Entgegen der Auffassung des Beschwerdegerichts erfüllen Auslandsschulen nicht nur Gemeinwohlinteressen des Staates, in dem die Schule betrieben wird, indem sie als Ersatz für eine grundsätzlich vorgesehene öffentliche Schule eine verfassungsrechtlich anerkannte öffentliche Aufgabe des Erziehungs-, Bildungs- und Ausbildungswesen verwirklichen (vgl. BGH, Urteil vom 7. Juli 1988 - III ZR 134/87, NJW 1989, 216, 218; Badura in Maunz/Dürig, GG (2013), Art. 7 Rn. 111, 112). Auslandsschulen dienen darüber hinaus dem Zweck, einen Beitrag zur Förderung von Sprache und Kultur des ausländischen Staates im jeweiligen Sitzland zu erbringen. Demgemäß haben sich die Bundesrepublik Deutschland und die Schuldnerin mit ihrem Kulturabkommen vom 17. Mai 1956 (BGBl. 1957 II S. 501) verpflichtet, die Gründung von kulturellen Instituten des anderen Landes zur Erlernung der jeweiligen Sprache zuzulassen und zu fördern, Art. 5 des Kulturabkommens, und sich wechselseitig im Falle von Einschränkungen der Tätigkeiten von Auslandsschulen bei der Wiederinbetriebnahme zu unterstützen, Art. 12 des Kulturabkommens.
Die Ansprüche auf Auszahlung von Zuschüssen für den Personal- und Schulaufwand nach dem Bayerischen Schulfinanzierungsgesetz dienen der Aufrechterhaltung des Betriebs einer Auslandsschule und mithin einem hoheitlichen Zweck.

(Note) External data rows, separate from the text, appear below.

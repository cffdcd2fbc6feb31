/**
 * Lasting features of a position: what a move can change for good. All hang on pawns, on bishops that are there or gone,
 * and on castling rights; so only pawn moves, captures and moves that cost these rights make or end one.
 */
import { BISHOP, colourOf, fileName, PAWN, type Position, squareName, squareNamed, viewOrder } from '../board';
import type { ReadingValues } from '../explain';
import { nameStructure } from '../structures';
import { opponent, type Side, SIDES, type Square, type SquareName } from '../types';
import type { Lineage } from './lineage';

/** Kinds of lasting features, in the order in which they are told. */
const FEATURE_KINDS = [
  'structure',
  'weak-square',
  'outpost',
  'open-file',
  'half-open-file',
  'bishop-pair',
  'passed-pawn',
  'isolated-pawn',
  'backward-pawn',
  'doubled-pawn',
  'weak-complex',
  'ram',
  'castling-lost',
] as const;
export type FeatureKind = (typeof FEATURE_KINDS)[number];

/** One feature. Its key names it among all others, a pawn by where it began, so that its advance makes nothing new. */
export interface Feature {
  readonly key: string;
  readonly kind: FeatureKind;
  /** Whose it is: who suffers from a weakness, who has the rest; null for both. */
  readonly side: Side | null;
  readonly squares: readonly SquareName[];
  /** For weak squares and outposts: for good, or while the pawns that could come are stopped. */
  readonly hold: 'permanent' | 'fixed' | null;
  /** The structure's name, the file's letter, the complex's colour; empty for others. */
  readonly label: string;
  /** Whether it is worth a word now: a weak square that matters, an outpost that a man can use; all others are. */
  readonly isShown: boolean;
}

export type Features = ReadonlyMap<string, Feature>;

interface Details {
  readonly squares?: readonly Square[];
  readonly hold?: 'permanent' | 'fixed';
  readonly label?: string;
  readonly isShown?: boolean;
}

class Collected extends Map<string, Feature> {
  add(kind: FeatureKind, side: Side | null, where: string | number, details: Details): void {
    const { squares = [], hold = null, label = '', isShown = true } = details;
    const key = `${kind} ${side ?? 'both'} ${where}${hold === null ? '' : ` ${hold}`}`;
    this.set(key, { key, kind, side, squares: squares.map(squareName), hold, label, isShown });
  }
}

/** All features of a position, by their keys. */
export function featuresOf(values: ReadingValues, lineage: Lineage): Features {
  const found = new Collected();
  addStructure(found, values.position);
  addSquares(found, values);
  addFiles(found, values);
  addPawns(found, values, lineage);
  for (const side of SIDES) {
    if (hasBishopPair(values.position, side) && !hasBishopPair(values.position, opponent(side)))
      found.add('bishop-pair', side, '', {});
  }
  addCastling(found, values.position, lineage);
  return found;
}

/** A structure that is alike for both sides is named after the side to move; here it is nobody's. */
function addStructure(found: Collected, position: Position): void {
  const structure = nameStructure(position);
  if (!structure) return;
  const seenByOther = nameStructure({ ...position, sideToMove: opponent(position.sideToMove) });
  const side = seenByOther?.side === structure.side ? structure.side : null;
  found.add('structure', side, structure.id, { label: structure.name });
}

function addSquares(found: Collected, { weakSquares, outposts, complexes }: ReadingValues): void {
  for (const { square, side, hold, matters } of weakSquares)
    found.add('weak-square', side, square, { squares: [square], hold, isShown: matters });
  for (const { square, side, rank, hold, deep, support, occupant, users } of outposts) {
    if (rank !== 'outpost' || hold === 'open' || deep || support?.moves !== 0) continue;
    found.add('outpost', side, square, { squares: [square], hold, isShown: occupant !== null || users.length > 0 });
  }
  for (const { side, colour, squares } of complexes)
    found.add('weak-complex', side, colour, { squares, label: colour });
}

function addFiles(found: Collected, { files }: ReadingValues): void {
  for (const { file, status, halfOpenFor } of files) {
    const label = fileName(file);
    if (status === 'open') found.add('open-file', null, label, { label });
    if (status === 'half-open') found.add('half-open-file', halfOpenFor, label, { label });
  }
}

function addPawns(found: Collected, { pawns }: ReadingValues, { origins }: Lineage): void {
  for (const side of SIDES) {
    const { passed, isolated, backward, doubled } = pawns[side];
    for (const square of passed) found.add('passed-pawn', side, origins[square]!, { squares: [square] });
    for (const square of isolated) found.add('isolated-pawn', side, origins[square]!, { squares: [square] });
    for (const square of backward) found.add('backward-pawn', side, origins[square]!, { squares: [square] });
    for (const square of doubled) found.add('doubled-pawn', side, origins[square]!, { squares: [square] });
  }
  for (const { white, black } of pawns.rams)
    found.add('ram', null, `${origins[white]} ${origins[black]} ${white}`, { squares: [white, black] });
}

/** Two bishops, one on each colour. */
function hasBishopPair({ board }: Position, side: Side): boolean {
  const bishop = side === 'white' ? BISHOP : BISHOP | 8;
  let colours = 0;
  for (let square = 0; square < 64; square++)
    if (board[square] === bishop) colours |= colourOf(square as Square) === 'light' ? 1 : 2;
  return colours === 3;
}

/** Rights lost without castling; shown while the enemy has a queen, since then it matters where a king stands. */
function addCastling(found: Collected, position: Position, { couldCastle, hasCastled }: Lineage): void {
  for (const side of SIDES) {
    if (!couldCastle[side] || hasCastled[side] || canCastle(position, side)) continue;
    const queen = side === 'white' ? 13 : 5;
    found.add('castling-lost', side, '', { isShown: position.board.includes(queen) });
  }
}

/**
 * The order of telling, for `sort`: by kind, the mover's before the other's, then as the side sees its squares; so that
 * turning colours and board changes no word but the sides.
 */
export function inTellingOrder(mover: Side): (a: Feature, b: Feature) => number {
  const rank = ({ kind, side, squares, label }: Feature): number => {
    const places = squares.map((square) => viewOrder(squareNamed(square)!, side ?? mover));
    const place = places.length > 0 ? Math.min(...places) : label.charCodeAt(0) || 0;
    return (FEATURE_KINDS.indexOf(kind) * 2 + (side === opponent(mover) ? 1 : 0)) * 256 + place;
  };
  return (a, b) => rank(a) - rank(b);
}

/** Whether the side still has a right to castle. */
export function canCastle({ castling }: Position, side: Side): boolean {
  return side === 'white' ? castling.whiteKing || castling.whiteQueen : castling.blackKing || castling.blackQueen;
}

/** Whether a pawn stands on a square. */
export function isPawnOn({ board }: Position, square: Square): boolean {
  return (board[square]! & 7) === PAWN;
}
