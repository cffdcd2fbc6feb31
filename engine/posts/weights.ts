/**
 * The table of weights that ranks posts: what each part counts, how much one more of it is worth, and why.
 *
 * A post is weighed by the difference of these counts, the man there against the man where it stands now. The
 * figures come from `tests/bench/fit-judgement.ts`: the choice among the quiet piece moves of a position (a
 * conditional logit) on 7,949 moves of strong players and 347 positions of a published test of positional play, with
 * each sign held to what the handbooks teach. A weight of 0 is a part that is shown but adds nothing once the
 * others are there.
 */
export interface PostPart {
  readonly name: string;
  /** The same as a short noun, for a table or a legend. */
  readonly label: string;
  /** What is counted, for the side as a whole unless it says 'the man'. */
  readonly counts: string;
  readonly weight: number;
  /** The reason, in a coach's words. */
  readonly reason: string;
}

export const PARTS = [
  {
    name: 'lost',
    label: 'pawns’ worth lost by force',
    counts: 'pawns, up to five, that the enemy wins by force, he to move',
    weight: -1.79,
    reason: 'Nothing a post gives is worth a piece: first see what can be taken.',
  },
  {
    name: 'hanging',
    label: 'pawns’ worth hanging',
    counts: 'pawns lost by exchange, added up over all own men',
    weight: -0.23,
    reason: 'A second loose man is the next double attack.',
  },
  {
    name: 'wins',
    label: 'pawns’ worth won by force',
    counts: 'pawns, up to five, won by force whatever the enemy answers',
    weight: 1.55,
    reason: 'If it wins something outright, play it.',
  },
  {
    name: 'threatens',
    label: 'threats to win something',
    counts: '1 where something would be won if the enemy passed (a check apart: he cannot)',
    weight: 1.16,
    reason: 'A threat gains the time for the next improvement.',
  },
  {
    name: 'check',
    label: 'checks',
    counts: '1 where the enemy king stands in check',
    weight: -1.64,
    reason: 'A check that wins nothing only helps the king to a better square.',
  },
  {
    name: 'underCheaper',
    label: 'own pieces attacked by a cheaper man',
    counts: 'own pieces that a cheaper enemy man attacks',
    weight: -0.9,
    reason: 'What a cheaper man attacks must move again.',
  },
  {
    name: 'pawnHit',
    label: 'pawns that can hit it within a move',
    counts: '1 where an enemy pawn hits the man now or after one move',
    weight: -0.32,
    reason: 'Do not go where a pawn sends you back.',
  },
  {
    name: 'outpost',
    label: 'supported posts that no pawn can challenge',
    counts: '1 for a minor man on ranks 4 to 6 that no enemy pawn can ever drive off and an own pawn supports',
    weight: 0.45,
    reason: 'A supported square beyond the pawns is a home.',
  },
  {
    name: 'safeMoves',
    label: 'safe moves of the man',
    counts: 'moves of the man, up to eight, to squares where nothing cheaper hits it',
    weight: 0.05,
    reason: 'A man is worth the squares it can go to.',
  },
  {
    name: 'rookMoves',
    label: 'safe moves of the rooks',
    counts: 'such moves of all own rooks',
    weight: 0.06,
    reason: 'Rooks are the last to find work; make room for them.',
  },
  {
    name: 'openFile',
    label: 'rooks on open files',
    counts: 'own rooks on open files',
    weight: 1.31,
    reason: 'Rooks belong on open files.',
  },
  {
    name: 'halfOpenFile',
    label: 'rooks on half-open files',
    counts: 'own rooks on files without own pawns that an enemy pawn closes',
    weight: 0.54,
    reason: 'A half-open file presses on the pawn at its end.',
  },
  {
    name: 'fileTarget',
    label: 'weak pawns at the end of a file',
    counts: 'weak enemy pawns at the end of those files',
    weight: 0.44,
    reason: 'A file needs something to bite on.',
  },
  {
    name: 'doubled',
    label: 'heavy men doubled on a file',
    counts: 'own rooks and queens behind the first on a file',
    weight: 0.3,
    reason: 'Two on a file are more than twice one.',
  },
  {
    name: 'seventh',
    label: 'heavy men on the seventh rank',
    counts: 'own rooks and queens on the seventh rank',
    weight: 1.37,
    reason: 'On the seventh a rook eats pawns and cages the king.',
  },
  {
    name: 'joined',
    label: 'rooks that guard each other',
    counts: 'own rooks guarded by the other',
    weight: 0.18,
    reason: 'Connected rooks need no minding.',
  },
  {
    name: 'centre',
    label: 'attacks on the four centre squares',
    counts: 'attacks of own pieces on d4, e4, d5, e5',
    weight: 0.15,
    reason: 'Pieces that bear on the centre bear on both wings.',
  },
  {
    name: 'knightCentre',
    label: 'steps of the knight from the rim',
    counts: 'steps of an own knight from the rim: 0 in a corner, 6 in the centre (the man, if a knight)',
    weight: 0.38,
    reason: 'A knight on the rim is dim.',
  },
  {
    name: 'weakSquares',
    label: 'enemy weak squares in hand',
    counts: 'weak squares of the enemy attacked or held by own pieces',
    weight: 0.15,
    reason: 'Aim at the squares his pawns no longer guard.',
  },
  {
    name: 'outnumbers',
    label: 'squares where own men outnumber',
    counts: 'squares no pawn guards where own men outnumber the enemy, less those where he does',
    weight: 0.11,
    reason: 'The side with more men on a square decides who may use it.',
  },
  {
    name: 'enemyHalf',
    label: 'squares attacked in the enemy half',
    counts: 'squares attacked in the enemy half',
    weight: 0,
    reason: 'Space is counted by what one does with it: shown, and left to the other parts.',
  },
  {
    name: 'targets',
    label: 'attacks on weak enemy pawns',
    counts: 'attacks of own pieces on weak enemy pawns',
    weight: 0.02,
    reason: 'Weak pawns tie men down once they are attacked.',
  },
  {
    name: 'guardsWeak',
    label: 'guards of own weak pawns',
    counts: 'guards of own weak pawns that the enemy attacks',
    weight: 0.25,
    reason: 'Look after your own weak points before they fall.',
  },
  {
    name: 'blockade',
    label: 'pawns blockaded',
    counts: '1 where the man stops a passed, isolated or backward pawn',
    weight: 0.36,
    reason: 'Stand in front of the pawn that wants to go.',
  },
  {
    name: 'diagonal',
    label: 'open diagonal squares of the bishops',
    counts: 'squares that own bishops see before a pawn stops them',
    weight: 0.11,
    reason: 'A bishop wants a long diagonal.',
  },
  {
    name: 'eyes',
    label: 'lines on king or queen through one man',
    counts: 'own sliders that look at the enemy king or queen through one man',
    weight: 0.42,
    reason: 'A line to king or queen makes the man between uneasy.',
  },
  {
    name: 'fromEnemyKing',
    label: 'steps to the enemy king',
    counts: "king's steps from the man to the enemy king",
    weight: -0.14,
    reason: 'Bring the men towards the king.',
  },
  {
    name: 'fromOwnKing',
    label: 'steps to the own king',
    counts: "king's steps from the man to its own king",
    weight: -0.11,
    reason: 'Do not strand men far from home.',
  },
  {
    name: 'facesEqual',
    label: 'own pieces attacked by an equal',
    counts: 'own pieces attacked by an equal',
    weight: -0.48,
    reason: 'Trade on purpose, not in passing.',
  },
  {
    name: 'heavy',
    label: 'moves of a heavy man',
    counts: '1 where the man that moves is a rook or queen',
    weight: -0.64,
    reason: 'Bring the minor men first, and the worst placed before the best.',
  },
  {
    name: 'atHome',
    label: 'minor men still at home',
    counts: 'own knights and bishops on the first rank',
    weight: -0.23,
    reason: 'Develop.',
  },
  {
    name: 'castlingKept',
    label: 'castlings kept',
    counts: 'castlings whose right and rook are still there',
    weight: 0.6,
    reason: 'Do not give castling away by a rook move.',
  },
  {
    name: 'betweenToCastle',
    label: 'men in the way of castling',
    counts: 'men in the way of the nearer castling still allowed',
    weight: -0.67,
    reason: 'Clear the way for the king.',
  },
  {
    name: 'inPawnsWay',
    label: 'pieces in the way of a centre pawn',
    counts: 'own pieces right before an own centre pawn on its first squares',
    weight: -0.3,
    reason: 'Do not stand on the pawns’ feet.',
  },
] as const satisfies readonly PostPart[];

export type PartName = (typeof PARTS)[number]['name'];

/** Place of each part in the table and in rows of counts. */
export const PLACE: Readonly<Record<PartName, number>> = Object.fromEntries(
  PARTS.map(({ name }, index) => [name, index]),
) as Record<PartName, number>;

/** What each further move of a route costs, in the table's units: a post two moves away must be that much better. */
export const MOVE_COST = 2;

/** What a preparation costs besides, in moves: it shows the plan before the man has stirred. */
export const PREPARATION_MOVES = 2;
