/** A game read: its timeline, journeys, commitments, and the moves that lasting features come from. Start here. */
import { formatFen, type Position } from '../board';
import { newDesk, readValues } from '../reading';
import { type Step, Walk } from '../rules';
import type { Side, SquareName } from '../types';
import { type CompactReading, compactOf } from './compact';
import { type Feature, type FeatureKind, featuresOf } from './features';
import { type Journey, journeysOf } from './journeys';
import type { ReplayedGame } from './replay';

/** A position of the game with the move that led to it. */
export interface TimelinePly extends CompactReading {
  /** Half-moves played. */
  readonly ply: number;
  /** '12. Nf3', '12... c5'; null at the beginning. */
  readonly move: string | null;
  readonly fen: string;
}

/** A lasting feature that a move made or ended. */
export interface FeatureChange {
  readonly kind: FeatureKind;
  readonly side: Side | null;
  readonly squares: readonly SquareName[];
  readonly made: boolean;
  readonly text: string;
}

/** A move that cannot be taken back, and what it changed for good. */
export interface Commitment {
  readonly ply: number;
  readonly move: string;
  readonly side: Side;
  readonly act: 'pawn-move' | 'capture' | 'promotion';
  readonly changes: readonly FeatureChange[];
  /** The move and its changes in a sentence. */
  readonly text: string;
}

/** A lasting feature of the last position and the move since which it has been there without a break. */
export interface Origin {
  readonly kind: FeatureKind;
  readonly side: Side | null;
  readonly squares: readonly SquareName[];
  readonly text: string;
  /** 0: it was there at the beginning. */
  readonly ply: number;
  readonly move: string | null;
}

export interface GameReading {
  readonly timeline: readonly TimelinePly[];
  readonly journeys: readonly Journey[];
  readonly commitments: readonly Commitment[];
  readonly origins: readonly Origin[];
}

type Features = ReadonlyMap<string, Feature>;

/** Reads every position of a game. */
export function readGame({ start, steps, game }: ReplayedGame): GameReading {
  const desk = newDesk();
  const timeline: TimelinePly[] = [];
  const features: Features[] = [];
  const look = (position: Position, ply: number, move: string | null): void => {
    const values = readValues(position, desk);
    timeline.push({ ply, move, fen: formatFen(position), ...compactOf(values) });
    features.push(featuresOf(values));
  };
  look(start, 0, null);
  const walk = new Walk(start);
  for (const [place, { text }] of game.moves.entries()) {
    const { fullmove, side } = walk.turn;
    walk.step(text);
    look(walk.position(), place + 1, `${fullmove}${side === 'white' ? '.' : '...'} ${steps[place]!.san}`);
  }
  return {
    timeline,
    journeys: journeysOf(start, steps),
    commitments: commitmentsOf(timeline, features, steps),
    origins: originsOf(timeline, features),
  };
}

/** So many half-moves later a change must still stand, or the game be over: a pawn that is taken back at once changed nothing. */
const LASTS_PLIES = 2;

function commitmentsOf(
  timeline: readonly TimelinePly[],
  features: readonly Features[],
  steps: readonly Step[],
): Commitment[] {
  return steps.flatMap((step, place): Commitment[] => {
    const isPawn = (step.man & 7) === 1;
    if (!isPawn && step.captured === 0) return [];
    const ply = place + 1;
    const [before, after] = [features[place]!, features[ply]!];
    const later = features.slice(ply, ply + 1 + LASTS_PLIES);
    const made = [...after.values()].filter(({ key }) => !before.has(key) && later.every((each) => each.has(key)));
    const ended = [...before.values()].filter(
      ({ key, kind }) => ENDS.has(kind) && later.every((each) => !each.has(key)),
    );
    const changes = [...made.map((each) => changeOf(each, true)), ...ended.map((each) => changeOf(each, false))];
    if (changes.length === 0) return [];
    const move = timeline[ply]!.move!;
    const act = step.promoted > 0 ? 'promotion' : step.captured !== 0 ? 'capture' : 'pawn-move';
    const text = `${move}: ${changes.map((change) => change.text).join('. ')}.`;
    return [{ ply, move, side: step.man >> 3 ? 'black' : 'white', act, changes, text }];
  });
}

/** Features whose end is worth a word: the others end with the pawn or file that bears them. */
const ENDS: ReadonlySet<FeatureKind> = new Set<FeatureKind>([
  'structure',
  'weak-square',
  'outpost',
  'bishop-pair',
  'weak-complex',
]);

function changeOf({ kind, side, squares, claim, end }: Feature, made: boolean): FeatureChange {
  return { kind, side, squares, made, text: made ? claim : end };
}

function originsOf(timeline: readonly TimelinePly[], features: readonly Features[]): Origin[] {
  const last = features.length - 1;
  return [...features[last]!.values()].map(({ key, kind, side, squares, claim }) => {
    let ply = last;
    while (ply > 0 && features[ply - 1]!.has(key)) ply--;
    return { kind, side, squares, text: claim, ply, move: timeline[ply]!.move };
  });
}
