/**
 * PGN read as text (Portable Game Notation Specification, 12 March 1994, section 8): tags, moves as written, comments,
 * glyphs and variations as a tree, with the line of each. Nothing is checked against the board here.
 *
 * An own reader, because the libraries for it in the registry read a hundred to a thousand games a second and drop
 * variations or lines; `tests/bench` prints the rates beside each other.
 */
import { PgnReader } from './pgn-reader';

/** A move as written. */
export interface PgnMove {
  /** Without its number and its glyphs. */
  readonly text: string;
  /** Line of the text, from 1. */
  readonly line: number;
  /** Numeric annotation glyphs, 0 to 255; signs as "!?" come as their numbers. */
  readonly nags: readonly number[];
  /** Comments behind the move. */
  readonly comments: readonly string[];
  /** Lines that could be played instead of it. */
  readonly variations: readonly (readonly PgnMove[])[];
}

/** Why a game, or a part of it, could not be read. */
export interface PgnFault {
  readonly code: 'unclosed-comment' | 'unclosed-variation' | 'stray-bracket' | 'too-deep' | 'bad-tag';
  readonly line: number;
  readonly message: string;
}

/** A game as written. */
export interface PgnGame {
  /** From 1, in the order of the text. */
  readonly number: number;
  readonly line: number;
  readonly tags: Readonly<Record<string, string>>;
  /** Comments before the first move. */
  readonly comments: readonly string[];
  readonly moves: readonly PgnMove[];
  readonly result: '1-0' | '0-1' | '1/2-1/2' | '*';
  readonly fault: PgnFault | null;
}

/**
 * Bytes of a file as text: UTF-8, UTF-16 where its mark says so, else the Latin alphabet of Western Europe that old
 * files are in. Never throws.
 */
export function pgnText(bytes: Uint8Array): string {
  if (bytes[0] === 0xff && bytes[1] === 0xfe) return new TextDecoder('utf-16le').decode(bytes);
  if (bytes[0] === 0xfe && bytes[1] === 0xff) return new TextDecoder('utf-16be').decode(bytes);
  try {
    return new TextDecoder('utf-8', { fatal: true }).decode(bytes);
  } catch {
    return new TextDecoder('windows-1252').decode(bytes);
  }
}

/** The games of a text, one after the other; only one is held at a time. */
export function* pgnGames(text: string): Generator<PgnGame> {
  const reader = new PgnReader(plainLines(text));
  for (let number = 1, game = reader.next(1); game; game = reader.next(++number)) yield game;
}

/** A text with plain line ends, without byte-order mark and the stray bytes of old files: zeros and the end mark of DOS. */
export function plainLines(text: string): string {
  const bare = text.charCodeAt(0) === 0xfeff ? text.slice(1) : text;
  const lines = bare.includes('\r') ? bare.replace(/\r\n?/g, '\n') : bare;
  return lines.replaceAll('\0', '').replaceAll('\x1a', '');
}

3. Eine Vorlage an den Gemeinsamen Senat der obersten Gerichtshöfe des Bundes nach § 2 des Gesetzes zur Wahrung der Einheitlichkeit der Rechtsprechung der obersten Gerichtshöfe des Bundes (RsprEinhG) war nicht veranlasst. Eine Abweichung von den Entscheidungen des Bundesarbeitsgerichts vom 10. April 2013 - 5 AZR 81/12, - 5 AZR 79/12 und - 5 AZR 78/12 (NJW 2013, 2461) sowie vom 25. April 2013 - 2 AZR 960/11 (NJOZ 2013, 1835) ist - entgegen der Auffassung der Rechtsbeschwerdegegnerin - nicht gegeben. Nach den Entscheidungen des Bundesarbeitsgerichts soll weder das Vertragsverhältnis zwischen der Auslandsschule und ihren Lehren noch die Tätigkeit der Lehrer an Auslandsschulen als hoheitlich zu bewerten sein. Das Dienstverhältnis der Lehrer an einer Auslandsschule sei nicht Ausdruck der Souveränität des Staates nach innen oder außen in einem für diese Bestimmung maßgebenden Sinne. Diese Einordnung besagt jedoch nichts über die Qualifikation der von der Schuldnerin in Deutschland betriebenen Schule als kulturelle Einrichtung, deren Betrieb durch den gepfändeten Anspruch auf Zahlung eines staatlichen Zuschusses gewährleistet wird.
III.
Die Kostenentscheidung beruht auf § 91 Abs. 1 ZPO.